More HBase performance profiling

By Lars Hofhansl

Continuing my sporadic profiling sessions I identified a few more issues in HBase.


First, a note about profiling

"Instrumentating" profilers often distort the actual results and frequently lead to premature optimization.
For example in HBase that lead to caching of redundant information on each KeyValue wasting heap space. Using a sampler showed that none of the optimized methods were hotspots.
The instrumentation is still useful, but the result should always be validated by a "sampler" or, even better, real "performance counters".

I simply used the Sampler in jVisualVM, which ships with the JDK.

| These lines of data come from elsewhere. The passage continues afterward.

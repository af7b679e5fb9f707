/* Intended and not solid: what counts, and how much. Pixels of 100 um; 128 of 255 is intended, and
 * with this exposure and layer 200 is not solid while 255 is (working curve, Jacobs 1992). */
#include "check/stage.h"

static stage weak(void)
{
    stage s = stage_new(60, 60, 4);
    /* Through 100 um of Dp 110: exp(-100/110) = 0.4029 of the dose. Full grey 24 gives 9.67 of the
     * 9 that join; 200 of 255 gives 7.58. */
    s.job.resin.exposure_mJ_cm2 = 24;
    return s;
}

static const fw_finding *judged(const stage *s, fw_report *report)
{
    *report = stage_judge(s);
    return finding_of(report, FW_UNDERCURE);
}

static void full_grey_cures(void **state)
{
    (void)state;
    stage s = weak();
    stage_box(&s, 10, 10, 0, 50, 50, 4, 255);
    fw_report report;
    assert_null(judged(&s, &report));
    fw_report_free(&report);
    /* A grey rim of one pixel is what antialiasing makes. */
    stage_box(&s, 9, 10, 0, 10, 50, 4, 200);
    stage_box(&s, 10, 50, 0, 50, 51, 4, 200);
    assert_null(judged(&s, &report));
    fw_report_free(&report);
    stage_free(&s);
}

/* Two pixels wide, one is beyond the rim: 20 px, 1.6 % of the small region, 0.8 % of the large one.
 */
static void a_wide_rim_is_measured(void **state)
{
    (void)state;
    for (int large = 0; large < 2; large++) {
        stage s = weak();
        const int left = large ? 0 : 20;
        stage_box(&s, left, 10, 0, 50, large ? 60 : 50, 4, 255);
        stage_box(&s, 50, 30, 0, 52, 50, 4, 200);
        fw_report report;
        const fw_finding *finding = judged(&s, &report);
        assert_non_null(finding);
        assert_int_equal(finding->pixels, 4 * 20);
        assert_int_equal(finding->severity, large ? FW_WARN : FW_FAIL);
        fw_report_free(&report);
        stage_free(&s);
    }
}

/* A thin bridge of grey between two blocks: it comes apart, however little is missing. */
static void what_comes_apart_fails(void **state)
{
    (void)state;
    stage s = weak();
    stage_box(&s, 5, 5, 0, 28, 55, 4, 255);
    stage_box(&s, 30, 5, 0, 55, 55, 4, 255);
    stage_box(&s, 28, 30, 2, 30, 31, 3, 200);
    fw_report report;
    const fw_finding *finding = judged(&s, &report);
    assert_non_null(finding);
    assert_int_equal(finding->severity, FW_FAIL);
    assert_int_equal(finding->layer, 2);
    assert_non_null(strstr(finding->message, "comes apart"));
    fw_report_free(&report);
    stage_free(&s);
}

static void specks_are_warnings(void **state)
{
    (void)state;
    stage s = weak();
    stage_box(&s, 5, 5, 0, 28, 55, 4, 255);
    stage_box(&s, 40, 40, 1, 42, 42, 2, 200);
    fw_report report;
    const fw_finding *finding = judged(&s, &report);
    assert_non_null(finding);
    assert_int_equal(finding->severity, FW_WARN);
    assert_non_null(strstr(finding->message, "nothing of it does"));
    fw_report_free(&report);
    stage_free(&s);
}

/* A response that lets more light through at that grey cures it. */
static void the_response_counts(void **state)
{
    (void)state;
    stage s = weak();
    stage_box(&s, 5, 5, 0, 28, 55, 4, 255);
    stage_box(&s, 28, 5, 0, 40, 55, 4, 200);
    fw_report report;
    assert_non_null(judged(&s, &report));
    fw_report_free(&report);
    s.job.machine.grey = (fw_points){3, {{0, 0}, {0.7, 0.98}, {1, 1}}};
    assert_null(judged(&s, &report));
    fw_report_free(&report);
    stage_free(&s);
}

int main(void)
{
    const struct CMUnitTest tests[] = {
        cmocka_unit_test(full_grey_cures), cmocka_unit_test(a_wide_rim_is_measured),
        cmocka_unit_test(what_comes_apart_fails), cmocka_unit_test(specks_are_warnings),
        cmocka_unit_test(the_response_counts)};
    return cmocka_run_group_tests(tests, NULL, NULL);
}
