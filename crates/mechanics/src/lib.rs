//! Sources, transmissions, loads and the solver for their operating points: plain values in, plain values out.
//!
//! This crate knows no syntax and no spans. Beside every law stands its [`registry`] row: fields, results, kinds,
//! ranges, words, formula text and source as plain data, from which checking, completion, reference and messages
//! are derived.

pub mod curve;
pub mod drive;
pub mod fault;
pub mod kinds;
pub mod laws;
pub mod model;
pub mod registry;
pub mod scalar;
pub mod solution;
pub mod solve;
pub mod typed;
pub mod values;

pub use solve::{OperatingPoint, Solution, gears, solve, solve_at};
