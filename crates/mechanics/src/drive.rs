//! A drive as plain values: what the solver is asked.

mod bits;

use crate::registry::KindRow;
use crate::values::{Duty, Values};

pub use bits::Bits;

/// A drive to be solved.
#[derive(Clone, Debug, PartialEq)]
pub struct DriveSpec {
    /// Every part that takes part, supplies included.
    pub parts: Vec<PartSpec>,
    /// How they stand behind one another.
    pub chain: Chain,
    /// The settings of the drive.
    pub settings: Settings,
}

/// A part of a drive.
#[derive(Clone, Debug, PartialEq)]
pub struct PartSpec {
    /// Its name in the spec, for messages.
    pub name: String,
    /// Its row.
    pub row: &'static KindRow,
    /// Its fields.
    pub values: Values,
    /// `on = no` takes a source out: it gives and brakes nothing, but its inertia stays.
    pub on: bool,
}

/// How parts stand behind one another, from the sources to the loads.
#[derive(Clone, Debug, PartialEq)]
pub enum Chain {
    /// `count` equal parts side by side.
    Part {
        /// Index in [`DriveSpec::parts`].
        index: usize,
        /// How many.
        count: u32,
    },
    /// One behind the other.
    Series(Vec<Chain>),
    /// On one shaft, at one speed; torques add.
    Joined(Vec<Chain>),
}

/// Which way the load moves.
#[derive(Clone, Copy, Debug, PartialEq, Eq, Default)]
pub enum Direction {
    /// As the load's law counts positive: up for a hoist, ahead for a vehicle.
    #[default]
    Forward,
    /// The other way. Speeds, torques and powers are still counted positive in the direction of motion.
    Reverse,
}

/// The settings of a drive.
#[derive(Clone, Debug, PartialEq)]
pub struct Settings {
    /// Which way.
    pub direction: Direction,
    /// The gear engaged in every gearbox of the drive.
    pub gear: Option<String>,
    /// The speed a servo, inverter or governor holds, at a station.
    pub set_speed: Option<StatedSpeed>,
    /// Drop of the set speed from no torque to full torque, as a ratio.
    pub droop: f64,
    /// Share of the reached speed at which the run-up counts as done.
    pub run_up_to: f64,
    /// The duty the drive is used at.
    pub duty: Option<Duty>,
    /// Factor on the load's torque for choosing parts; does not change the operating point.
    pub application_factor: f64,
    /// Ambient temperature in K, where given.
    pub ambient: Option<f64>,
    /// Altitude in m, where given.
    pub altitude: Option<f64>,
}

impl Default for Settings {
    fn default() -> Self {
        Self {
            direction: Direction::Forward,
            gear: None,
            set_speed: None,
            droop: 0.0,
            run_up_to: 0.95,
            duty: None,
            application_factor: 1.0,
            ambient: None,
            altitude: None,
        }
    }
}

/// Which side of a part.
#[derive(Clone, Copy, Debug, PartialEq, Eq, Hash, PartialOrd, Ord)]
pub enum Port {
    /// Toward the sources.
    Input,
    /// Toward the loads.
    Output,
}

/// A speed asked for at a station.
#[derive(Clone, Copy, Debug, PartialEq)]
pub struct StatedSpeed {
    /// The part; `None` for the drive's own speed, which is that of its (first) load.
    pub part: Option<usize>,
    /// The side; `None` for the usual one of its role (a source's and transmission's output, a load's input).
    pub port: Option<Port>,
    /// rad/s or m/s, in the direction of motion.
    pub speed: f64,
}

Here are some new issues I found and fixed: 


HBASE-9915 Performance: isSeeked() in EncodedScannerV2 always returns false
HBase optimizes seeks and ensures that (re)seeks that would land on a key on the current block continue scanning forward inside the block, rather than (1) consulting the HFile index again, (2) loading the block, and (3) scanning from the beginning of that block again.
There was a bug in HBase where this optimization did not happen for block-encoded HFiles. Nobody noticed that this never worked.
A performance improvement of 2-3x (200-300%) when block encoding is enabled.

HBASE-9807 block encoder unnecessarily copies the key for each reseek
Here we copied the entire row key just to compare it with the first key of the next index block when the HFile is block encoded.
10% improvement by itself. Much more together with HBASE-9915 mentioned above.

HBASE-10015 Replace intrinsic locking with explicit locks in StoreScanner
This one was somewhat surprising. The issue is that we're locking inside the StoreScanner on each operation of next/seek/etc - millions of times per second, just so that a parallel compaction/flush can invalidate the HFile readers, which happens a few times per hour.
According to conventional wisdom intrinsic locking (synchronized) should be preferred since the JVM does biased locking. In my tests, which were confirmed across JVMs and architectures, I found that by simply replacing intrinsic locks with ReentrantLock's there was 20-30% performance gain overall to be had.

HBASE-10117 Avoid synchronization in HRegionScannerImpl.isFilterDone
Another issue with synchronization. As described here the synchronization penalty is not just blocked threads, but also involves memory read and write fences when the lock is completely uncontended. It turns out that in the typical case the synchronization is not needed.
20-25% improvement

More to come.
Edit: Some spelling/grammar corrections.